Uruguay beef exporters set to benefit from new tracking sytem

By Jonathan Gilbet, in Buenos Aires

- Last updated on GMT

Related tags Livestock Meat Beef

INAC has aggressively marketed Uruguay's beef abroad
INAC has aggressively marketed Uruguay's beef abroad
Beef producers in Uruguay are emerging as some of the most progressive and successful in Latin America with a universal system for electronically tracking cattle and a continued surge in exports.

The country’s accumulated exports of beef products for 2014 (up to 6 December) reached 229,907 tonnes – an increase of 5,750 tonnes compared to the same period in 2013, according to the National Meat Institute (Instituto Nacional de Carnes - INAC), which monitors and promotes the meat industry.

In a country of just 3.4 million people, cattle stocks are now around 11.9 million, according to the United States Department of Agriculture (USDA), their highest level since 2006. With around 2.9 million cattle born in 2014, USDA has also forecast Uruguay carcass-weight beef exports (cwe) in 2015 at 435,000 tonnes, their second highest ever, according to USDA.

Under a law enforced on 1 December last year (2013), all newborn cattle must be tagged electronically either before they are moved to another farm, or before they are six months old, so their origins can be precisely identified in abattoirs, which are also required by law to tag carcasses electronically. The idea is that even individual cuts of beef are traceable to a single farm and animal. The government-funded system is the most comprehensive in the world, its manager Daniel Abraham, of the INAC, told GlobalMeatNews​, and gives Uruguay a competitive advantage in a world market increasingly focused on food safety controls.

"Uruguay is competitive in foreign markets because we don’t just sell a hunk of beef, we sell confidence,"​ Abraham said in an interview, adding that 85% of Uruguay’s meat can now be traced throughout the entire production chain. "[The system] is unique in the world because it is obligatory, and centrally managed and administered; that’s our advantage. It gives us value-added. We don’t provide volume [to foreign markets], but we provide quality and assurance."

The new system dovetails with other government policies designed to boost the confidence of foreign markets in Uruguayan beef. These have included strict procedures to protect cattle stocks from diseases such as foot and mouth (following a 2001 outbreak), and BSE, including banning the treatment of beef with hormones, antibiotics and proteins; and ensuring cattle are mostly grass-fed.

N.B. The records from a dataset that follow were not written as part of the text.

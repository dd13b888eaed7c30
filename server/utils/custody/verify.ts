import type { LogVerification } from '../../../utils/contract/log'
import { verifyStep } from '../../../utils/custody/chain'
import type { Database } from '../database/database'
import { logRow, SELECT_LOG, type LogRow } from './logRow'
import { sha256 } from './sha256'

const PAGE_ROWS = 1_000

/**
 * Computes every chain of the custody log again and compares it with what is stored.
 *
 * It finds a changed byte in any column, a line taken out of the middle, and a line put in. By itself it cannot find
 * a chain whose end was cut off, nor one that was computed anew: that takes a checkpoint kept elsewhere.
 */
export async function verifyLog(db: Database, now: number): Promise<LogVerification> {
  const verifiedAt = new Date(now).toISOString()
  let checked = 0
  let cylinders = 0
  let last: LogRow | null = null
  for (;;) {
    const rows = await pageAfter(db, last)
    if (rows.length === 0) return { ok: true, checked, cylinders, checkpoints: 0, verifiedAt }
    for (const row of rows) {
      const before: LogRow | null = last?.cylinder_id === row.cylinder_id ? last : null
      if (!before) cylinders++
      const because = faultOf(row, before)
      if (because) {
        return { ok: false, checked, cylinders, firstBad: { cylinderId: row.cylinder_id, version: row.version, because }, checkpoints: 0, verifiedAt }
      }
      checked++
      last = row
    }
  }
}

async function pageAfter(db: Database, last: LogRow | null): Promise<LogRow[]> {
  const result = await db.readClient.execute({
    sql: `${SELECT_LOG} ${last ? 'WHERE (cylinder_id, version) > (?, ?)' : ''} ORDER BY cylinder_id, version LIMIT ${PAGE_ROWS}`,
    args: last ? [last.cylinder_id, last.version] : [],
  })
  return result.rows.map(logRow)
}

/** What is wrong with a line, given the line before it in the same cylinder; null when nothing is. */
function faultOf(row: LogRow, before: LogRow | null): string | null {
  if (before && row.seq <= before.seq) return 'it was recorded before the line it follows'
  return verifyStep(row, { version: before?.version ?? 0, hash: before?.hash ?? '' }, sha256)
}
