import type { EventResult } from '../../../utils/contract/custody'

/** The cylinders that a request's recorded events are about, each once. */
export function cylindersOf(events: readonly unknown[], results: readonly EventResult[]): string[] {
  const ids = events.flatMap((event, index) => {
    const id = (event as { cylinderId?: unknown } | null)?.cylinderId
    return results[index]?.outcome !== 'refused' && typeof id === 'string' ? [id.toLowerCase()] : []
  })
  return [...new Set(ids)]
}
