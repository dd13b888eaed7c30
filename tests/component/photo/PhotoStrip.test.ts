import { mountSuspended } from '@nuxt/test-utils/runtime'
import { flushPromises } from '@vue/test-utils'
import { describe, expect, it, vi } from 'vitest'
import PhotoStrip from '~~/components/photo/PhotoStrip.vue'
import PhotoView from '~~/components/photo/PhotoView.vue'
import type { Photo } from '~~/utils/contract/uploads'

const photo = (id: string, changes: Partial<Photo> = {}): Photo => ({
  id, subject: 'stamp', takenAt: '2026-05-14T14:00:00.000Z', arrivedAt: '2026-05-14T16:30:00.000Z', by: { id: 'p', name: 'Tina' }, putAt: null,
  width: 1200, height: 900, contentHash: 'a'.repeat(64), ...changes,
})
const AROUND = { timeZone: 'America/Chicago', nowMs: Date.parse('2026-07-01T12:00:00Z') }

describe('photos beside a line', () => {
  it('are small pictures that say in words what they are', async () => {
    const strip = await mountSuspended(PhotoStrip, { props: { photos: [photo('one')], onTheWay: 0, ...AROUND } })
    const image = strip.get('button img')
    expect(image.attributes('src')).toBe('/api/uploads/one?size=thumb')
    expect(image.attributes('alt')).toBe('Photo of the stamp, 14 May 2026, by Tina')
    expect(strip.text()).not.toContain('on its way')
  })

  it('are said to be on their way until they have come', async () => {
    const text = async (onTheWay: number) => (await mountSuspended(PhotoStrip, { props: { photos: [], onTheWay, ...AROUND } })).text()
    expect(await text(1)).toBe('Photo on its way')
    expect(await text(3)).toBe('3 photos on their way')
  })
})

describe('a photo in its full size', () => {
  const mount = async (photos: Photo[], at = 0) => {
    vi.spyOn(HTMLDialogElement.prototype, 'showModal').mockImplementation(function (this: HTMLDialogElement) {
      this.open = true
    })
    return mountSuspended(PhotoView, { props: { 'photos': photos, ...AROUND, 'modelValue': at, 'onUpdate:modelValue': () => undefined } })
  }

  it('says when it was taken, when it came, and that it was put to the line later', async () => {
    const view = await mount([photo('one', { putAt: '2026-05-15T13:00:00.000Z' })])
    expect(view.get('img').attributes()).toMatchObject({ src: '/api/uploads/one', alt: 'Photo of the stamp, 14 May 2026, by Tina' })
    expect(view.text()).toContain('Taken 14 May 09:00 by the phone\'s clock, arrived 14 May 11:30, put to this line 15 May 08:00, after it was recorded')
  })

  it('goes on and back by the arrow keys, and not beyond the ends', async () => {
    const view = await mount([photo('one'), photo('two')], 0)
    await view.get('dialog').trigger('keydown', { key: 'ArrowLeft' })
    await view.get('dialog').trigger('keydown', { key: 'ArrowRight' })
    expect(view.emitted('update:modelValue')).toEqual([[1]])
  })

  it('is closed by Esc and by its button', async () => {
    const view = await mount([photo('one')])
    await view.get('dialog').trigger('close')
    expect(view.emitted('update:modelValue')).toEqual([[null]])
  })

  it('says so where it cannot be shown', async () => {
    const view = await mount([photo('one')])
    await view.get('img').trigger('error')
    await flushPromises()
    expect(view.text()).toContain('The photo cannot be shown just now.')
  })
})
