import type { FleetQuery } from '../../../utils/contract/custody'
import { foreignCursor } from '../http/cursor'

/** Where a page of the fleet ended: on one cylinder, by what it is sorted by, and which way to go on. */
export interface FleetCursor {
  isBackward: boolean
  stretch: number
  value: string | number | null
  id: string
}

type Order = Pick<FleetQuery, 'sort' | 'order'>

/** A cursor as text. It holds only for the order that it was made in. */
export function fleetCursorText(cursor: FleetCursor, { sort, order }: Order): string {
  return Buffer.from(JSON.stringify([sort, order, cursor.isBackward ? 0 : 1, cursor.stretch, cursor.value, cursor.id])).toString('base64url')
}

/** Reads a cursor; null where none is given. Errors: 400 for one that is none of ours, or of another order. */
export function readFleetCursor(text: string | undefined, { sort, order }: Order, stretches: number): FleetCursor | null {
  if (text === undefined) return null
  const parts = parsed(Buffer.from(text, 'base64url').toString('utf8'))
  if (!Array.isArray(parts) || parts.length !== 6) throw foreignCursor()
  const [ofSort, ofOrder, way, stretch, value, id] = parts as unknown[]
  const isStretch = Number.isInteger(stretch) && (stretch as number) >= 0 && (stretch as number) < stretches
  const isValue = value === null || typeof value === 'string' || Number.isFinite(value)
  if (ofSort !== sort || ofOrder !== order || (way !== 0 && way !== 1) || !isStretch || !isValue || typeof id !== 'string') throw foreignCursor()
  return { isBackward: way === 0, stretch: stretch as number, value: value as FleetCursor['value'], id }
}

function parsed(json: string): unknown {
  try {
    return JSON.parse(json)
  }
  catch {
    return null
  }
}
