import { setImmediate as nextTurn } from 'node:timers/promises'
import type { InStatement } from '@libsql/client'
import type { AnyRecordedEvent } from '../../../utils/custody/event'
import type { EventResult } from '../../../utils/contract/custody'
import type { Database } from '../database/database'
import { StorageUnavailable, storageFailure } from '../database/storageFailure'
import { cacheStatements } from './caches'
import { group, type Group } from './group'
import { parsePost, refuse, refusalOf, type ParsedPost, type Refusal } from './judge'
import { insertLogRow, recordedEvent, type LogRow } from './logRow'
import type { Guard, Posting } from './posting'
import { sealedRow } from './sealedRow'
import { sharedCodeRows } from './sharedCodeRows'

/** Most events in one commit. */
const GROUP_EVENTS = 200
/** How often a group is computed again after another process wrote first. */
const RACE_RETRIES = 20

interface Waiting {
  posting: Posting
  parsed: (ParsedPost | Refusal)[]
  done: (results: EventResult[]) => void
  failed: (error: unknown) => void
}

const queues = new WeakMap<Database, Waiting[]>()

/**
 * The only writer of the custody log.
 *
 * Requests wait in one queue; what is waiting is committed together, with every cache that follows from it. The answer
 * comes when it is durable. An event that is sent again is answered `duplicate` and nothing happens twice.
 *
 * Errors: rejects with {@link StorageUnavailable} where the database takes nothing (full, read-only, gone); then
 * nothing of the posting is stored, or it was stored and sending it again answers `duplicate`.
 */
export function append(db: Database, posting: Posting): Promise<EventResult[]> {
  const waiting = queues.get(db) ?? []
  queues.set(db, waiting)
  return new Promise((done, failed) => {
    waiting.push({ posting, parsed: posting.events.map(parsePost), done, failed })
    if (waiting.length === 1) void db.exclusive(commit => drain(db, waiting, commit))
  })
}

/** Takes what is waiting now; what comes meanwhile asks for a turn of its own. */
async function drain(db: Database, waiting: Waiting[], commit: Database['write']): Promise<void> {
  // Requests that are being read in this turn of the event loop share the commit.
  await nextTurn()
  const taken = waiting.splice(0)
  for (const part of groupsOf(taken)) await commitOrSplit(db, part, commit)
}

function groupsOf(taken: Waiting[]): Waiting[][] {
  const groups: Waiting[][] = []
  let size = 0
  for (const one of taken) {
    const alone = one.posting.dispatch !== undefined
    const last = groups.at(-1)
    if (!last || alone || size + one.parsed.length > GROUP_EVENTS) {
      groups.push([one])
      size = alone ? GROUP_EVENTS : one.parsed.length
    }
    else {
      last.push(one)
      size += one.parsed.length
    }
  }
  return groups
}

/** Commits a group; where it fails, each request alone; where that fails, each event alone: a bad one refuses only itself. */
async function commitOrSplit(db: Database, part: Waiting[], commit: Database['write']): Promise<void> {
  try {
    const answers = await commitGroup(db, part, commit)
    part.forEach((one, index) => one.done(answers[index] ?? []))
  }
  catch (error) {
    const failure = storageFailure(error)
    if (failure) part.forEach(one => one.failed(failure))
    else if (part.length > 1) for (const one of part) await commitOrSplit(db, [one], commit)
    else if (part[0]) await commitEachAlone(db, part[0], commit, error)
  }
}

async function commitEachAlone(db: Database, one: Waiting, commit: Database['write'], error: unknown): Promise<void> {
  if (one.posting.dispatch) return one.failed(error)
  const results: EventResult[] = []
  for (const [index, parsed] of one.parsed.entries()) {
    const alone = { ...one, posting: { ...one.posting, events: [one.posting.events[index]] }, parsed: [parsed] }
    try {
      const [answers] = await commitGroup(db, [alone], commit)
      results.push(...(answers ?? []))
    }
    catch (ownError) {
      const failure = storageFailure(ownError)
      if (failure) return one.failed(failure)
      console.error('event refused by an unexpected error', { id: idOf(one.posting.events[index]), error: String(ownError) })
      results.push(resultOf(one.posting.events[index], refuse(500, 'This event could not be stored', 'Keep it; the fault is ours.')))
    }
  }
  one.done(results)
}

async function commitGroup(db: Database, part: Waiting[], commit: Database['write']): Promise<EventResult[][]> {
  for (let attempt = 0; attempt < RACE_RETRIES; attempt++) {
    const now = await group(db, part.flatMap(one => one.parsed.flatMap(post => 'event' in post ? [post.event] : [])))
    const newestBefore = now.newest
    const judged = part.map(one => judgeAll(one, now))
    const written = judged.flatMap(one => one.rows)
    if (written.length === 0) return judged.map(one => one.results)

    const statements = logStatements(written, newestBefore?.id ?? null)
    statements.push(...await cacheStatements(db, now))
    const dispatch = part[0]?.posting.dispatch
    if (dispatch) statements.push(...dispatch.alongside(everyOf(written)))
    const answers = await commit(statements)
    // The driver answers one row for each line that was written; another process that was first leaves none.
    if (!written.every((_, index) => (answers[index]?.rows.length ?? 0) === 1)) continue
    const relabelled = written.filter(row => row.kind === 'labelled' || row.kind === 'corrected')
    if (relabelled.length > 0) await commit(await sharedCodeRows(db, [...new Set(relabelled.map(row => row.cylinder_id))], Math.max(...written.map(row => row.recorded_at))))
    return judged.map(one => one.results)
  }
  throw new StorageUnavailable('The custody log is written by others faster than this process can follow')
}

function logStatements(rows: LogRow[], newestId: string | null): InStatement[] {
  return rows.map((row, index) => insertLogRow(row, index === 0 ? newestId : rows[index - 1]!.id))
}

/** Judges the events of one posting in their order, each on what the ones before it have made of the cylinder. */
function judgeAll(one: Waiting, now: Group): { results: EventResult[], rows: LogRow[] } {
  const results: EventResult[] = []
  const rows: LogRow[] = []
  const before = now.mark()
  for (const [index, post] of one.parsed.entries()) {
    const raw = one.posting.events[index]
    if ('refused' in post) {
      results.push(resultOf(raw, post))
      continue
    }
    const { event } = post
    const stored = now.stored(event.id)
    if (stored) {
      results.push(stored.contentHash === post.contentHash
        ? { id: event.id, outcome: 'duplicate', seq: stored.seq, version: stored.version }
        : resultOf(raw, refuse(409, 'Another event has this id', 'The log keeps what was recorded first. Record this as a new event.')))
      continue
    }
    const events = now.eventsOf(event.cylinderId)
    const refusal = refusalOf(event, one.posting.access, events, now.known, one.posting.now, one.posting.dispatch !== undefined)
    if (refusal) {
      results.push(resultOf(raw, refusal))
      continue
    }
    const row = sealedRow(post, one.posting, now.headOf(event.cylinderId), now.nextSeq())
    now.add(row, recordedEvent(row) as AnyRecordedEvent)
    rows.push(row)
    results.push({ id: event.id, outcome: 'accepted', seq: row.seq, version: row.version })
  }
  // A dispatch leaves whole or not at all.
  if (one.posting.dispatch && results.some(result => result.outcome === 'refused')) {
    now.backTo(before)
    return { results: results.map(result => result.outcome === 'accepted' ? { id: result.id, outcome: 'refused', problem: HELD_BACK } : result), rows: [] }
  }
  return { results, rows }
}

const HELD_BACK = refuse(409, 'Held back', 'Another line of the same dispatch was refused, so none was recorded.').refused

function everyOf(rows: LogRow[]): Guard {
  const last = rows.at(-1)!
  // Each line is written only after the one before it, so the last stands for all.
  return { sql: 'EXISTS (SELECT 1 FROM custody_events WHERE id = ? AND cylinder_id = ? AND version = ? AND hash = ?)', args: [last.id, last.cylinder_id, last.version, last.hash] }
}

function resultOf(raw: unknown, refusal: Refusal): EventResult {
  return { id: idOf(raw), outcome: 'refused', problem: refusal.refused }
}

function idOf(raw: unknown): string {
  const id = (raw as { id?: unknown } | null)?.id
  return typeof id === 'string' ? id.slice(0, 100) : ''
}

INAC has also aggressively marketed Uruguay’s beef abroad, and encouraged producers to focus on China export markets. This has come when Argentina, Uruguay’s larger neighbour, has made life difficult for its producers by imposing price controls and export tariffs. Many have subsequently shifted into farming soybeans or wheat.

Shipments of Uruguay-sourced bone-in beef to China were 80,255 tonnes from 1 January to 6 December this year, according to INAC, comprising 24% of Uruguay’s total bone-in exports for 2014, far more than to any other single nation (the second largest destination was the US with 52,221 tonnes.) Total meat exports to China in 2013 were 147,613 tonnes, according to preliminary figures from INAC, up from 31,975 tonnes in 2008. INAC has even been considering opening a permanent office in China. Abraham said the only demanding foreign market to which Uruguay does not export is Japan because it prefers grain-fed beef.

Since the Broad Front (FA), Uruguay’s ruling leftist coalition, came to power for the first time, in 2005, it has favoured the agricultural sector and other industries so that it could redistribute some of their profits to expand the welfare state. The FA won its third consecutive term in elections on 30 November.

"I have to stress the importance of government policy and its impact on the growth of modern cattle ranching,"​ Ricardo Reilly, president of the Rural Association of Uruguay (ARU), told the December edition of the association’s Spanish-language magazine, the Revista ARU: "We highlight the work of the sanitary services [of the ministry of agriculture], which is key to maintaining our global status. Added to that, our tracking system [...] and INAC’s permanent efforts to promote our meat internationally has given us the key to the most demanding markets."

However, Reilly said he wanted to see the government work toward free-trade agreements that would make Uruguay’s meat industry more competitive. Abattoirs paid import tariffs in 2013 that totalled 17% of the value of meat exports, according to ARU’s estimates. "A better future for the meat sector means more economic and social development for Uruguay,"​ Reilly noted, adding, "With record cattle stocks, now more than ever we need tax-free meat exports."